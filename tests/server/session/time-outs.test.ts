import { expect, test } from 'vitest';
import type TestAgent from 'supertest/lib/agent';
import { openTestApp, testPassword } from '../../support/test-app';

const app = openTestApp();

async function signedIn(): Promise<TestAgent> {
  const agent = app.anyone();
  await agent
    .post('/api/session')
    .send({ staffNumber: app.person('lead').staffNumber, password: testPassword })
    .expect(200);
  return agent;
}

test('tells nobody signed in from a sign-in that ran out', async () => {
  const none = await app.anyone().get('/api/session').expect(401);
  expect(none.type).toBe('application/problem+json');
  expect(none.body).toMatchObject({ code: 'session.none' });
  const agent = await signedIn();
  app.clock.advance({ minutes: 10 });
  for (const path of ['/api/session', '/api/items', '/api/session']) {
    expect((await agent.get(path).expect(401)).body).toMatchObject({ code: 'session.expired' });
  }
});

test('lasts as long as the person goes on working, up to twelve hours', async () => {
  const agent = await signedIn();
  // 79 acts, nine minutes apart: 11 h 51 min.
  for (let act = 0; act < 79; act += 1) {
    app.clock.advance({ minutes: 9 });
    await agent.get('/api/session').expect(200);
  }
  app.clock.advance({ minutes: 8, seconds: 59 });
  await agent.get('/api/session').expect(200);
  app.clock.advance({ seconds: 1 });
  expect((await agent.get('/api/session').expect(401)).body).toMatchObject({ code: 'session.expired' });
});

test('does not take a screen that asks by itself for a person at work', async () => {
  const agent = await signedIn();
  for (let poll = 0; poll < 9; poll += 1) {
    app.clock.advance({ minutes: 1 });
    await agent.get('/api/session').set('x-background', 'yes').expect(200);
  }
  app.clock.advance({ minutes: 1 });
  expect((await agent.get('/api/session').set('x-background', 'yes').expect(401)).body).toMatchObject({
    code: 'session.expired',
  });
});

test('takes every write for a person at work, whatever its headers say', async () => {
  const agent = await signedIn();
  app.clock.advance({ minutes: 9 });
  await agent.post('/api/session/facility').set('x-background', 'yes').send({ facilityId: 'no id' }).expect(400);
  app.clock.advance({ minutes: 9 });
  await agent.get('/api/session').expect(200);
});

test('counts a refused act as an act', async () => {
  const agent = await signedIn();
  app.clock.advance({ minutes: 9 });
  await agent.post('/api/session/password').send({}).expect(400);
  app.clock.advance({ minutes: 9 });
  await agent.get('/api/session').expect(200);
});

test('does not write for every act, yet loses at most 15 seconds by it', async () => {
  const agent = await signedIn();
  app.clock.advance({ seconds: 14 });
  await agent.get('/api/session').expect(200);
  app.clock.advance({ minutes: 9, seconds: 46 });
  await agent.get('/api/session').expect(401);
});

test('a sign-in that ran out is gone from the store, and the next one begins anew', async () => {
  const { id, staffNumber } = app.person('supervisor');
  const agent = app.anyone();
  const kept = () => app.db('session').whereRaw(`sess #>> '{passport,user,personId}' = ?`, [id]);
  await agent.post('/api/session').send({ staffNumber, password: testPassword }).expect(200);
  expect(await kept()).toHaveLength(1);
  app.clock.advance({ minutes: 10 });
  await agent.get('/api/session').expect(401);
  expect(await kept()).toHaveLength(0);
  const reply = await agent.post('/api/session').send({ staffNumber, password: testPassword }).expect(200);
  expect(reply.body).toMatchObject({ expiresAt: new Date(app.clock.now().getTime() + 43_200_000).toISOString() });
});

EXERCISE DIRECTIONS: Produce a word-for-word copy of everything above from the line holding "test('a sign-in that" down to the line holding "expect(await kept()).toHaveLength(0);", with both of those lines kept.

RESPONSE BOX:
test('a sign-in that ran out is gone from the store, and the next one begins anew', async () => {
  const { id, staffNumber } = app.person('supervisor');
  const agent = app.anyone();
  const kept = () => app.db('session').whereRaw(`sess #>> '{passport,user,personId}' = ?`, [id]);
  await agent.post('/api/session').send({ staffNumber, password: testPassword }).expect(200);
  expect(await kept()).toHaveLength(1);
  app.clock.advance({ minutes: 10 });
  await agent.get('/api/session').expect(401);
  expect(await kept()).toHaveLength(0);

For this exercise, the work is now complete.